*Source records*

------------------------------------

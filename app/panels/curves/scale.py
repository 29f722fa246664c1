"""Where a frequency or a value lies on an axis, and which round numbers are written beside it. No toolkit.

The plot draws log₁₀ of the frequency when its axis is logarithmic; this file is the one place that converts,
for curves, markers, worst points and typed ranges alike.
"""

import math
from collections.abc import Callable, Sequence
from dataclasses import dataclass
from typing import Final

import numpy as np

from stackcore.arrays import FloatArray

WIDE: Final = 1e5
"""Ratio of the ends of a logarithmic band from which numbers carry their own unit: 1 kHz ... 1 THz."""
_TINY: Final = 1e-300
_ROUND: Final = (1.0, 2.0, 5.0, 10.0)
_TURN_PARTS: Final = (15.0, 30.0, 45.0, 90.0, 180.0, 360.0)


@dataclass(frozen=True, slots=True)
class FrequencyScale:
    """The horizontal axis: hertz, or what else runs along it in SI units, to position on the axis and back.

    Parameters
    ----------
    factor
        Axis units per hertz (1e-9 for GHz).
    logarithmic
        Whether a position is log₁₀ of the value in axis units.
    offset
        Is added to the value in axis units: −273.15 where kelvins are shown as °C.

    Examples
    --------
    >>> FrequencyScale(1e-9, True).position(1e10)
    1.0
    """

    factor: float = 1e-9
    logarithmic: bool = False
    offset: float = 0.0

    def position(self, hertz: float) -> float:
        """Return where a frequency in Hz lies."""
        value = hertz * self.factor + self.offset
        return math.log10(max(value, _TINY)) if self.logarithmic else value

    def positions(self, hertz: FloatArray) -> FloatArray:
        """Return where frequencies in Hz lie; not positive ones on a logarithmic axis are not a number."""
        values: FloatArray = np.asarray(hertz, dtype=float) * self.factor + self.offset
        if not self.logarithmic:
            return values
        shown = np.full(values.shape, np.nan)
        return np.log10(values, out=shown, where=values > 0)

    def hertz(self, position: float) -> float:
        """Return the frequency in Hz at a position; the inverse of `position`."""
        value = 10.0 ** min(max(position, -300.0), 300.0) if self.logarithmic else position
        return (value - self.offset) / self.factor


@dataclass(frozen=True, slots=True)
class Ticks:
    """Positions and texts of the labelled ticks, and positions of those between them."""

    major: tuple[float, ...]
    texts: tuple[str, ...]
    minor: tuple[float, ...] = ()


def round_step(span: float, most: float, *, degrees: bool = False) -> float:
    """Return the smallest round step that divides `span` into at most `most` parts.

    Round is 1, 2 or 5 times a power of ten; for `degrees` from 10 upward a part of a turn that quarters it.

    Examples
    --------
    >>> round_step(4.0, 5), round_step(360.0, 10, degrees=True)
    (1.0, 45.0)
    """
    least = max(span, _TINY) / max(most, 1.0)
    if degrees and 10.0 < least <= _TURN_PARTS[-1]:
        return next(step for step in _TURN_PARTS if step >= least * (1 - 1e-9))
    power = 10.0 ** math.floor(math.log10(least))
    return next(step * power for step in _ROUND if step * power >= least * (1 - 1e-9))


def linear_ticks(low: float, high: float, most: float, *, degrees: bool = False) -> Ticks:
    """Return round numbers between `low` and `high`, at most about `most` of them."""
    step = round_step(high - low, most, degrees=degrees)
    first, last = math.ceil(low / step - 1e-9), math.floor(high / step + 1e-9)
    major = tuple(index * step for index in range(first, min(last, first + 200) + 1))
    return Ticks(major, number_texts(major, step))


def logarithmic_ticks(low: float, high: float, most: float, spell: Callable[[float], str] | None = None) -> Ticks:
    """Return ticks for an axis of log₁₀ values, written as plain numbers or as `spell` writes a value.

    Decades are thinned when they are many; 1-2-5 or all digits are written when there is room; within
    less than half a decade the numbers are evenly spaced round ones.
    """
    if high - low < 0.5:
        near = linear_ticks(10.0**low, 10.0**high, most)
        shown = [(value, text) for value, text in zip(near.major, near.texts, strict=True) if value > 0]
        texts = tuple(spell(value) if spell else text for value, text in shown)
        return Ticks(tuple(math.log10(value) for value, _ in shown), texts)
    decades = range(math.floor(low), math.ceil(high) + 1)
    every = max(1, math.ceil(len(decades) / max(most, 1.0)))
    digits: tuple[int, ...] = (1,)
    for more in ((1, 3), (1, 2, 5), (1, 2, 3, 4, 5, 6, 7, 8, 9)):
        if every == 1 and (high - low) * len(more) * (1.6 if len(more) > 3 else 1.0) <= most:
            digits = more
    inside = [
        (decade + math.log10(digit), digit * 10.0**decade)
        for decade in decades
        if decade % every == 0
        for digit in digits
    ]
    kept = [(at, value) for at, value in inside if low - 1e-9 <= at <= high + 1e-9]
    roomy = high - low <= 0.7 * most
    between = tuple(d + math.log10(n) for d in decades for n in range(1, 10)) if roomy else ()
    written = {round(at, 9) for at, _ in kept}
    minor = tuple(at for at in between if low <= at <= high and round(at, 9) not in written)
    return Ticks(tuple(at for at, _ in kept), tuple((spell or _plain)(value) for _, value in kept), minor)


def number_texts(values: Sequence[float], step: float) -> tuple[str, ...]:
    """Return texts of the multiples of `step`, all with the same decimals, with a true minus sign."""
    largest = max((abs(value) for value in values), default=0.0)
    exponent = math.floor(math.log10(step) + 1e-9)
    if largest >= 1e7 or 0.0 < largest < 1e-3:
        digits = max(1, math.floor(math.log10(largest)) - exponent + 1)
        texts = [f"{value + 0.0:.{digits}g}" for value in values]
    else:
        texts = [f"{value + 0.0:.{max(0, -exponent)}f}" for value in values]
    return tuple(text.replace("-", "−") for text in texts)


def round_range(
    low: float,
    high: float,
    floor: float | None = None,
    top: float | None = None,
    *,
    degrees: bool = False,
    grain: float = 1e-30,
) -> tuple[float, float]:
    """Return a range a little larger than the data, on round numbers, so that it does not tremble with them.

    Zero is not passed by data that do not pass it: a loss from 0 to 2.8 dB is drawn from 0.

    Parameters
    ----------
    low, high
        Smallest and largest value to show.
    floor, top
        Values the range hardly passes unless the data do, such as 1 for a fraction.
    degrees
        Round to parts of a turn.
    grain
        Values smaller than this are rounding errors: they are drawn as zero in a range around it.
    """
    if max(abs(low), abs(high)) < grain:
        return -1.0, 1.0
    span = high - low
    first, last = low, high
    if span <= max(abs(low), abs(high)) * 1e-6:
        span = abs(high) * 0.02
        first, last = low - span / 2, high + span / 2
    step = round_step(span, 10, degrees=degrees)
    below = math.floor((first - span * 0.02) / step) * step
    above = math.ceil((last + span * 0.02) / step) * step
    # A hair beyond, so that a curve that lies on the end is not cut in half.
    hair = span * 0.012
    for bound in (0.0, floor):
        if bound is not None and low >= bound - hair / 10:
            below = max(below, bound - hair)
    for bound in (0.0, top):
        if bound is not None and high <= bound + hair / 10:
            above = min(above, bound + hair)
    return below, above


def _plain(value: float) -> str:
    """Return a power-of-ten tick as people write it: 0.2, 20, 2000, and 1e+07 only when it is long."""
    return f"{value:.0f}" if 1 <= value < 1e6 else f"{value:.6g}"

------------------------------------

*BRIEF*
Would you output, unchanged, each line from the start of the records to the line that holds "import math", both included and nothing else?

*FINISHED TASK*
filename app/panels/curves/scale.py
repository 29f722fa246664c1
"""Where a frequency or a value lies on an axis, and which round numbers are written beside it. No toolkit.

The plot draws log₁₀ of the frequency when its axis is logarithmic; this file is the one place that converts,
for curves, markers, worst points and typed ranges alike.
"""

import math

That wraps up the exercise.